The WHO offers an excellent
guide on integrating palliative care into primary health care, which we refer to regularly. It clearly states: even if resources are limited, a minimum level of care must be guaranteed—for example, morphine tablets or laxatives. That is the fundamental level, and it must be accessible. The government is obliged to subsidise it. You may lack oxygen concentrators or inpatient facilities, but you can organise care at home. We did the maths; one home visit costs far less than hospitalisation. Therefore, we need to develop mobile care systems. These don't necessarily require a doctor; a properly trained nurse or medical assistant can manage them. They must know how to deliver basic care, assess pain, and use simple diagnostic tools.
The palliative system should be organised as a clear patient pathway. It starts with the family doctor and nurse, who recognise when the patient is in pain or experiencing serious symptoms. If they are able to assist—excellent. If some procedures cannot be done at home, the patient can be temporarily transferred to a district hospital, and the family can be guided on how to provide care at home. If the patient needs a specialist consultation, an online appointment can be arranged with a palliative care doctor. And if specialised intervention is required—for example, radiation therapy—the patient is referred to a tertiary hospital. The main point is that people shouldn’t fall through the gaps between primary care and hospitals. There needs to be a clear pathway, not a series of barriers.
Ira: Which organisations, structures, or professionals act as role models or sources of support, inspiration, and professional strength for you?
Taalaigul: When it comes to people who have been guiding lights for me in palliative care, I would definitely name
Olga Mychko from Belarus first. She serves as a personal example to me, a true mentor, even if she doesn’t realise it. I visited her in Minsk, accompanied her doctors on home visits, and studied all the documents and protocols for how palliative care is provided in Belarus.
I genuinely admire how clearly, concisely, and systematically things are organised there. It’s a remarkable structure. I paid particular attention to adult palliative care, and they’ve truly developed it with great care and understanding.
Another significant example for me is Professor
Odontuya from Mongolia. She speaks Russian, studied in St. Petersburg (when it was still Leningrad), then in Poland, and later worked in the United States. She’s not just a doctor, she’s someone who is reforming her country’s healthcare system. And she’s doing it calmly, methodically, and convincingly. She came to Kyrgyzstan and gave lectures—a person who truly lives and breathes palliative care, a real leader, and a source of inspiration.
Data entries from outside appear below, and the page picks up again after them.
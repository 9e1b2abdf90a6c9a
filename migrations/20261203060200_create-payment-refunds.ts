import type { Knex } from 'knex';

// A refund an owner or admin asked for, as the payment service recorded it (its own id, so a retry never
// records it twice).
export async function up(knex: Knex): Promise<void> {
  await knex.schema.createTable('payment_refunds', (t) => {
    t.increments('id').primary();
    t.integer('firm_id').unsigned().notNullable().references('firms.id').onDelete('CASCADE');
    t.integer('payment_id').unsigned().notNullable().references('payments.id').onDelete('CASCADE');
    t.string('provider_refund_id', 255).notNullable();
    t.integer('amount_pence').unsigned().notNullable();
    t.string('reason', 200).nullable();
    t.integer('created_by_user_id').unsigned().nullable().references('users.id');
    t.timestamp('created_at', { precision: 3 }).notNullable().defaultTo(knex.fn.now(3));
    t.unique(['provider_refund_id']);
    t.index(['firm_id', 'payment_id']);
  });
}

export async function down(knex: Knex): Promise<void> {
  await knex.schema.dropTable('payment_refunds');
}
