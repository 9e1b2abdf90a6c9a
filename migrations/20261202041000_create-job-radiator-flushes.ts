import type { Knex } from 'knex';

// When each survey radiator was flushed until clear: the visit's flush step, radiator by radiator.
export async function up(knex: Knex): Promise<void> {
  await knex.schema.createTable('job_radiator_flushes', (t) => {
    t.increments('id').primary();
    t.integer('firm_id').unsigned().notNullable().references('firms.id').onDelete('CASCADE');
    t.integer('job_id').unsigned().notNullable().references('jobs.id').onDelete('CASCADE');
    t.smallint('radiator_index').unsigned().notNullable();
    t.timestamp('flushed_at', { precision: 3 }).notNullable();
    t.integer('flushed_by_user_id').unsigned().notNullable().references('users.id');
    t.unique(['firm_id', 'job_id', 'radiator_index']);
  });
}

export async function down(knex: Knex): Promise<void> {
  await knex.schema.dropTable('job_radiator_flushes');
}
Of course, there’s Stephen Connor—my personal point of reference. Calm, gentle, thoughtful, yet someone with significant influence. Every encounter with him is worth noting and revisiting again and again.
Nyuta Federmesser. Few people can speak, articulate, persuade, and build a team quite like she does. She’s charismatic, precise, and a true leader. I admire her style, her approach, and her energy.
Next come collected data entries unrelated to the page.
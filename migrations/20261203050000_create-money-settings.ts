import type { Knex } from 'knex';

// A firm's money settings (one row per firm, made on first use): VAT registration, payment terms,
// quote validity and when overdue invoices are chased. Rates in basis points (2000 = 20%).
export async function up(knex: Knex): Promise<void> {
  await knex.schema.createTable('money_settings', (t) => {
    t.integer('firm_id').unsigned().notNullable().primary().references('firms.id').onDelete('CASCADE');
    t.boolean('vat_registered').notNullable().defaultTo(false);
    t.string('vat_number', 20).nullable();
    t.integer('vat_rate_bp').unsigned().notNullable().defaultTo(2000);
    t.integer('payment_terms_days').unsigned().notNullable().defaultTo(14);
    t.integer('quote_validity_days').unsigned().notNullable().defaultTo(30);
    t.integer('first_reminder_days').unsigned().notNullable().defaultTo(7);
    t.integer('second_reminder_days').unsigned().notNullable().defaultTo(21);
    t.boolean('invoice_on_completion').notNullable().defaultTo(true);
    t.timestamp('updated_at', { precision: 3 }).notNullable().defaultTo(knex.fn.now(3));
  });
}

export async function down(knex: Knex): Promise<void> {
  await knex.schema.dropTable('money_settings');
}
I am also very familiar with the work of the
Vera Foundation in Russia. I have never visited them personally, but I read their website, follow their activities, and frequently use the materials they translate, especially the books on the fundamentals of palliative care. It provides real, practical help and is of very high quality.
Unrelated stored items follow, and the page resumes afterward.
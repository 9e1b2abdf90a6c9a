import type { Knex } from 'knex';

// The water tests of a visit, one row per job: TDS after the final flush, the inhibitor reading
// after dosing (in the inhibitor product's own target unit), pH where taken.
export async function up(knex: Knex): Promise<void> {
  await knex.schema.createTable('job_water_tests', (t) => {
    t.increments('id').primary();
    t.integer('firm_id').unsigned().notNullable().references('firms.id').onDelete('CASCADE');
    t.integer('job_id').unsigned().notNullable().references('jobs.id').onDelete('CASCADE');
    t.decimal('mains_tds_ppm', 6, 1).nullable();
    t.decimal('system_tds_ppm', 6, 1).nullable();
    t.boolean('water_clear').nullable();
    t.decimal('inhibitor_reading', 9, 3).nullable();
    t.integer('inhibitor_product_id').unsigned().nullable().references('products.id');
    t.decimal('ph', 4, 2).nullable();
    t.integer('recorded_by_user_id').unsigned().notNullable().references('users.id');
    t.timestamp('recorded_at', { precision: 3 }).notNullable();
    t.unique(['firm_id', 'job_id']);
  });
}

export async function down(knex: Knex): Promise<void> {
  await knex.schema.dropTable('job_water_tests');
}
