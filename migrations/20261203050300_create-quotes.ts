import type { Knex } from 'knex';

// A quote for a job: its own number, validity, the customer's link (only the token's SHA-256 is kept,
// with its expiry) and the acceptance: name, when, how (link or phone with a signature) and whether the
// customer asked for the work within the cancellation period (Consumer Contracts Regulations 2013, reg. 36).
export async function up(knex: Knex): Promise<void> {
  await knex.schema.createTable('quotes', (t) => {
    t.increments('id').primary();
    t.integer('firm_id').unsigned().notNullable().references('firms.id').onDelete('CASCADE');
    t.integer('job_id').unsigned().notNullable().references('jobs.id');
    t.integer('number').unsigned().notNullable();
    t.enum('status', ['draft', 'sent', 'accepted', 'declined']).notNullable().defaultTo('draft');
    t.date('valid_until').notNullable();
    t.boolean('vat_registered').notNullable();
    t.string('notes', 1000).nullable();
    t.integer('net_pence').notNullable();
    t.integer('vat_pence').notNullable();
    t.integer('total_pence').notNullable();
    t.string('token_hash', 64).nullable().unique();
    t.timestamp('token_expires_at', { precision: 3 }).nullable();
    t.timestamp('sent_at', { precision: 3 }).nullable();
    t.string('accepted_name', 120).nullable();
    t.timestamp('accepted_at', { precision: 3 }).nullable();
    t.enum('accepted_via', ['link', 'phone']).nullable();
    t.boolean('express_request').nullable();
    t.string('signature_key', 300).nullable();
    t.timestamp('declined_at', { precision: 3 }).nullable();
    t.string('decline_reason', 500).nullable();
    t.integer('created_by_user_id').unsigned().nullable().references('users.id');
    t.timestamp('created_at', { precision: 3 }).notNullable().defaultTo(knex.fn.now(3));
    t.unique(['firm_id', 'number']);
    t.index(['firm_id', 'job_id']);
  });
}

export async function down(knex: Knex): Promise<void> {
  await knex.schema.dropTable('quotes');
}
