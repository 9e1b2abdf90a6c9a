import type { Knex } from 'knex';

// What the report says about the system (boiler make, model and location, magnetic filter, the
// cistern's condition), validated by the domain's systemDetailsSchema; null until someone says.
export async function up(knex: Knex): Promise<void> {
  if (await knex.schema.hasColumn('jobs', 'system_details')) return;
  await knex.schema.alterTable('jobs', (t) => {
    t.json('system_details').nullable().after('survey');
  });
}

export async function down(knex: Knex): Promise<void> {
  await knex.schema.alterTable('jobs', (t) => {
    t.dropColumn('system_details');
  });
}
Sechenov University is currently hosting excellent webinars. You can sense the high level of professionalism there.
At one point, I studied the palliative care standards in Romania. They have a
hospice in the city of Brașov that serves as a very good example. Everything is systematic and carefully planned.
Once, I was in Kazakhstan for unrelated matters to palliative care, but I requested to visit the
Palliative Care Centre in Almaty. They have 100 beds, with one nurse for every 10 beds, all as it should be. They gave me a tour, showed me around, and I found their example very inspiring.
But honestly, I’m motivated by anything that truly works and makes a difference. I’m always reading guidelines, articles, and newsletters. I observe how palliative care develops in India and Ukraine. I browse simply to stay informed. I don’t aim to study everything in detail, but it provides me with a solid foundation.